I know there is a glove "liquidator" joke in there somewhere.:laugh:


Seriously???


> So while browsing our site if you have any questions please feel free to call or email our customer service department with any questions or comments and one of our friendly staff members will be happy to assist you. See for yourself. Enjoy your shopping and thank you for your business.


----------



## IrideVA

What is so great about this flyer is thats the store thats right next to the mountain i ride and the kids and owner are a bunch of douches the only cool guy in there was the old man but they fired him i called them 8 times yesterday in school when i saw this finally someone did something to these idiots


----------



## ToKwik

Reported FB page as "threatening harm against an individual".

:cheeky4:


----------



## killclimbz

Well they've figured out how to keep comments from being posted on their Facebook page. Guess we'll have to find a new way to annoy them...


----------



## katiedoespowder

*Lol!*



killclimbz said:


> Well they've figured out how to keep comments from being posted on their Facebook page. Guess we'll have to find a new way to annoy them...

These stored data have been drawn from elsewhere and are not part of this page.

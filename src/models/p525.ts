/** Free-space basic transmission loss — ITU-R P.525. */

import { C_M_S } from './constants.js';

// 20 log10(4π · 1e3 m · 1e9 Hz / c): the constant for d in km and f in GHz.
const FSL_CONSTANT_DB = 20 * Math.log10((4 * Math.PI * 1e12) / C_M_S);
// 20 log10 x = (20 / ln 10) ln x: Math.log is several times cheaper than Math.log10 in V8 (equal to ~1 ulp).
const TWENTY_OVER_LN10 = 20 / Math.LN10;
const fsl = (distanceKm: number, frequencyGHz: number) => FSL_CONSTANT_DB + TWENTY_OVER_LN10 * Math.log(distanceKm * frequencyGHz);

/**
 * L_fs = 20 log10(4π d f / c) dB — ITU-R P.525 §2 (written there as
 * 92.45 + 20 log f(GHz) + 20 log d(km)). No allocation; arguments must be > 0
 * (not checked here: this is called per step; a non-positive distance gives −Infinity/NaN).
 */
export function freeSpaceLossDB(a: { distanceKm: number; frequencyGHz: number }): number {
  return fsl(a.distanceKm, a.frequencyGHz);
}

/** freeSpaceLossDB for distances d[i] (km), i < n, at one frequency, into out (the same formula, looped). */
export function freeSpaceLossColumnDB(distanceKm: Float64Array, frequencyGHz: number, n: number, out: Float64Array): void {
  for (let i = 0; i < n; i++) out[i] = fsl(distanceKm[i], frequencyGHz);
}
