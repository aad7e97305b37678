/** Radio refractive index — ITU-R P.453: wet term of the refractivity. */
import { checkRange, type Interval } from './range.js';

/** Saturation-pressure coefficients over water, valid −40 °C to +50 °C (ITU-R P.453 §1, water coefficients). */
export const P453_VALIDITY = { temperatureC: [-40, 50] as Interval, relativeHumidityPercent: [0, 100] as Interval };

/** e_s = 6.1121 exp(17.502 t / (t + 240.97)) hPa over water — ITU-R P.453 §1 (enhancement factor EF omitted, ≈ 1.004). */
export function saturationVapourPressureHPa(a: { temperatureC: number }): number {
  checkRange('saturationVapourPressureHPa', 'temperatureC', a.temperatureC, P453_VALIDITY.temperatureC, '°C');
  const t = a.temperatureC;
  return 6.1121 * Math.exp((17.502 * t) / (t + 240.97));
}

/** N_wet = 3.732 × 10^5 e / T² (N-units), e = H e_s / 100 — ITU-R P.453 §1. */
export function wetRefractivity(a: { temperatureC: number; relativeHumidityPercent: number }): number {
  checkRange('wetRefractivity', 'relativeHumidityPercent', a.relativeHumidityPercent, P453_VALIDITY.relativeHumidityPercent, '%');
  const e = (a.relativeHumidityPercent * saturationVapourPressureHPa(a)) / 100;
  const T = a.temperatureC + 273.15;
  return (3.732e5 * e) / (T * T);
}
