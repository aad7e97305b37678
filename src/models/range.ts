/**
 * Validity-range checks shared by the models. Each model declares its ranges
 * as data (`*_VALIDITY`) so the scenario loader can check user input early;
 * the model itself throws a RangeError naming the function, the argument,
 * the value and the allowed range when it is called outside them.
 */

/** Closed interval [min, max]. */
export type Interval = readonly [number, number];

/** Throws `fn: name = value is outside min–max unit` unless min ≤ value ≤ max (NaN always fails). */
export function checkRange(fn: string, name: string, value: number, range: Interval, unit = ''): void {
  if (!(value >= range[0] && value <= range[1])) {
    throw new RangeError(`${fn}: ${name} = ${value} is outside ${range[0]}–${range[1]}${unit ? ' ' + unit : ''}`);
  }
}

/** Throws unless value is a finite number ≥ min (or > min when `strict`). */
export function checkAtLeast(fn: string, name: string, value: number, min: number, unit = '', strict = false): void {
  const ok = Number.isFinite(value) && (strict ? value > min : value >= min);
  if (!ok) {
    throw new RangeError(`${fn}: ${name} = ${value} is outside ${strict ? '>' : '≥'} ${min}${unit ? ' ' + unit : ''}`);
  }
}

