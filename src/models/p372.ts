/**
 * External (galactic and man-made) radio noise — ITU-R P.372 (from memory):
 * median external noise figures F_a (dB above k T0 b) as straight lines in log f:
 * galactic F_a = 52 − 23 log10 f(MHz); man-made F_a = c − d log10 f(MHz) with
 * (c, d) = city (76.8, 27.7), residential (72.5, 27.7), rural (67.2, 27.7),
 * quiet rural (53.6, 28.6). T = T0 10^(F_a/10), T0 = 290 K.
 * The man-made lines are given from 0.3 MHz to 250 MHz and the galactic line
 * roughly from 10 MHz to a few hundred MHz; above 250 MHz the values returned
 * are extrapolations (small by then: < 1 K in a city at 1 GHz). Below 0.3 MHz: RangeError.
 */
import type { NoiseEnvironment } from '../budget/types.js';
import { checkAtLeast } from './range.js';


export const P372_VALIDITY = { frequencyMHz: [0.3, 250] as const, minimumFrequencyMHz: 0.3 };
export const REFERENCE_TEMPERATURE_K = 290;

const MAN_MADE: Readonly<Record<Exclude<NoiseEnvironment, 'none'>, readonly [number, number]>> = {
  city: [76.8, 27.7],
  residential: [72.5, 27.7],
  rural: [67.2, 27.7],
  'quiet-rural': [53.6, 28.6],
};

/** True when P.372's straight-line fits are being used above their stated 250 MHz. */
export function externalNoiseIsExtrapolated(frequencyMHz: number): boolean {
  return frequencyMHz > P372_VALIDITY.frequencyMHz[1];
}

/** Galactic noise temperature (K) — ITU-R P.372 (from memory). */
export function galacticNoiseTemperatureK(frequencyMHz: number): number {
  checkAtLeast('galacticNoiseTemperatureK', 'frequencyMHz', frequencyMHz, P372_VALIDITY.minimumFrequencyMHz, 'MHz');
  return REFERENCE_TEMPERATURE_K * 10 ** ((52 - 23 * Math.log10(frequencyMHz)) / 10);
}

/**
 * External noise temperature (K) entering the antenna: galactic + man-made for
 * the environment (powers add) — ITU-R P.372 (from memory). 'none' means no
 * external noise term at all (0 K), for links where the sky model alone applies.
 */
export function externalNoiseTemperatureK(a: { frequencyMHz: number; environment: NoiseEnvironment }): number {
  const fn = 'externalNoiseTemperatureK';
  checkAtLeast(fn, 'frequencyMHz', a.frequencyMHz, P372_VALIDITY.minimumFrequencyMHz, 'MHz');
  if (a.environment === 'none') return 0;
  const cd = Object.prototype.hasOwnProperty.call(MAN_MADE, a.environment) ? MAN_MADE[a.environment] : undefined;
  if (!cd) {
    throw new RangeError(`${fn}: environment = ${JSON.stringify(a.environment)} is outside none, ${Object.keys(MAN_MADE).join(', ')}`);
  }
  const lf = Math.log10(a.frequencyMHz);
  const manMade = REFERENCE_TEMPERATURE_K * 10 ** ((cd[0] - cd[1] * lf) / 10);
  return manMade + galacticNoiseTemperatureK(a.frequencyMHz);
}
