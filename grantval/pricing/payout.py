"""Payout curves of market-condition awards: metric value to units earned per target unit."""

from __future__ import annotations

from dataclasses import dataclass

import numpy as np

from grantval.errors import InputError
from grantval.pricing._inputs import as_float_array, check, FINITE


@dataclass(frozen=True)
class PayoutCurve:
    """Piecewise-linear payout curve.

    The payout (units earned per target unit, 1.0 = 100%) is 0 below the first
    point, linear between points and flat at the last payout above the last
    point; at the first point itself it is the first payout (the condition is
    met when the metric reaches the first point).

    Parameters
    ----------
    x : array_like
        Metric values of the points, strictly increasing (units of the metric:
        percentile 0-100 for ``relative_tsr``, decimal returns for TSRs,
        currency for ``share_price``).
    payout : array_like
        Payout at each point, >= 0 and non-decreasing.
    negative_tsr_cap : float, optional
        Highest payout when the company's own TSR is negative (None: no cap).
    """

    x: tuple
    payout: tuple
    negative_tsr_cap: float | None = None

    def __post_init__(self):
        x = as_float_array("payout curve x", self.x).ravel()
        y = as_float_array("payout curve payout", self.payout).ravel()
        if x.size == 0 or x.size != y.size:
            raise InputError(f"payout curve needs one or more points with one payout each; got {x.size} x, {y.size} payouts")
        check("payout curve x", x, FINITE)
        check("payout curve payout", y, FINITE)
        if np.any(np.diff(x) <= 0):
            raise InputError(f"payout curve x must be strictly increasing; got {x.tolist()}")
        if np.any(y < 0):
            raise InputError(f"payout curve payouts must be zero or more; got {y.tolist()}")
        if np.any(np.diff(y) < 0):
            raise InputError(f"payout curve payouts must be non-decreasing; got {y.tolist()}")
        cap = self.negative_tsr_cap
        if cap is not None and not (np.isfinite(cap) and cap >= 0):
            raise InputError(f"negative_tsr_cap must be a number, zero or more; got {cap!r}")
        object.__setattr__(self, "x", tuple(float(v) for v in x))
        object.__setattr__(self, "payout", tuple(float(v) for v in y))

    @property
    def threshold(self) -> float:
        """Metric value at which the condition is first met (the first point)."""
        return self.x[0]

    def __call__(self, metric, company_tsr=None) -> np.ndarray:
        """Payout for each metric value (and company TSR, for the negative-TSR cap)."""
        metric = np.asarray(metric, dtype=float)
        out = np.interp(metric, self.x, self.payout, left=0.0, right=self.payout[-1])
        out = np.where(metric < self.x[0], 0.0, out)
        if self.negative_tsr_cap is not None:
            if company_tsr is None:
                raise InputError("a negative_tsr_cap needs the company's TSR")
            out = np.where(np.asarray(company_tsr) < 0, np.minimum(out, self.negative_tsr_cap), out)
        return out


def parse_payout_curve(text: str, negative_tsr_cap: float | None = None) -> PayoutCurve:
    """Read a curve written ``"x:payout;x:payout;..."``, e.g. ``"25:0.5;50:1;75:2"``.

    Parameters
    ----------
    text : str
        Points separated by ``;``, each ``x:payout``; spaces are ignored and
        a payout may be written as a percentage (``"50:100%"``).
    negative_tsr_cap : float, optional
        Passed to :class:`PayoutCurve`.

    Returns
    -------
    PayoutCurve

    Raises
    ------
    InputError
        When a point is not two numbers or the curve breaks the rules of
        :class:`PayoutCurve`.
    """
    if not isinstance(text, str) or not text.strip():
        raise InputError(f"payout curve must be text like '25:0.5;50:1;75:2'; got {text!r}")
    xs, ys = [], []
    for part in text.replace(" ", "").strip(";").split(";"):
        pieces = part.split(":")
        if len(pieces) != 2:
            raise InputError(f"payout curve point {part!r} must be written x:payout")
        try:
            x = float(pieces[0])
            y = float(pieces[1][:-1]) / 100 if pieces[1].endswith("%") else float(pieces[1])
        except ValueError:
            raise InputError(f"payout curve point {part!r} must be two numbers, x:payout") from None
        xs.append(x)
        ys.append(y)
    return PayoutCurve(tuple(xs), tuple(ys), negative_tsr_cap)
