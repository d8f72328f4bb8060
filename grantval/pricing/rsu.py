"""Grant-date fair value of restricted stock units."""

from __future__ import annotations

import numpy as np

from grantval.pricing._inputs import NON_NEGATIVE, finish, prepare


def rsu_value(share_price, term, dividend_yield=0.0):
    """Fair value of a share unit that earns no dividends before it vests.

    ``value = S e^{-q T}``: the share price less the present value of the
    dividends the holder forgoes until delivery (common practice for units
    without dividend equivalents).

    Parameters
    ----------
    share_price : array_like
        Share price (fair market value) at the grant date, >= 0.
    term : array_like
        Years from the grant date to vesting (delivery), >= 0.
    dividend_yield : array_like, optional
        Continuous dividend yield, decimal per year, >= 0.  Zero gives the
        share price itself (units that carry dividend equivalents).

    Returns
    -------
    float or ndarray
        Value per unit.
    """
    (s, t, q), scalar = prepare(
        share_price=(share_price, (NON_NEGATIVE,)),
        term=(term, (NON_NEGATIVE,)),
        dividend_yield=(dividend_yield, (NON_NEGATIVE,)),
    )
    return finish(s * np.exp(-q * t), scalar)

Click here and read the reviews or leave one.


----------



## killclimbz

Good stuff Katie!


----------



## Zee

This guy's business is probably done. Deservedly so...


----------



## sabatoa

"Function 4 Sports: Please don't pay attention to false claims or offers not endorsed by us. All real offers, giveaways and events will be posted on our website as well. Thank you."

I think I got banninated because it says there is 19 comments but I can't see the comments or leave any.


----------



## katiedoespowder

Zee said:


> This guy's business is probably done. Deservedly so...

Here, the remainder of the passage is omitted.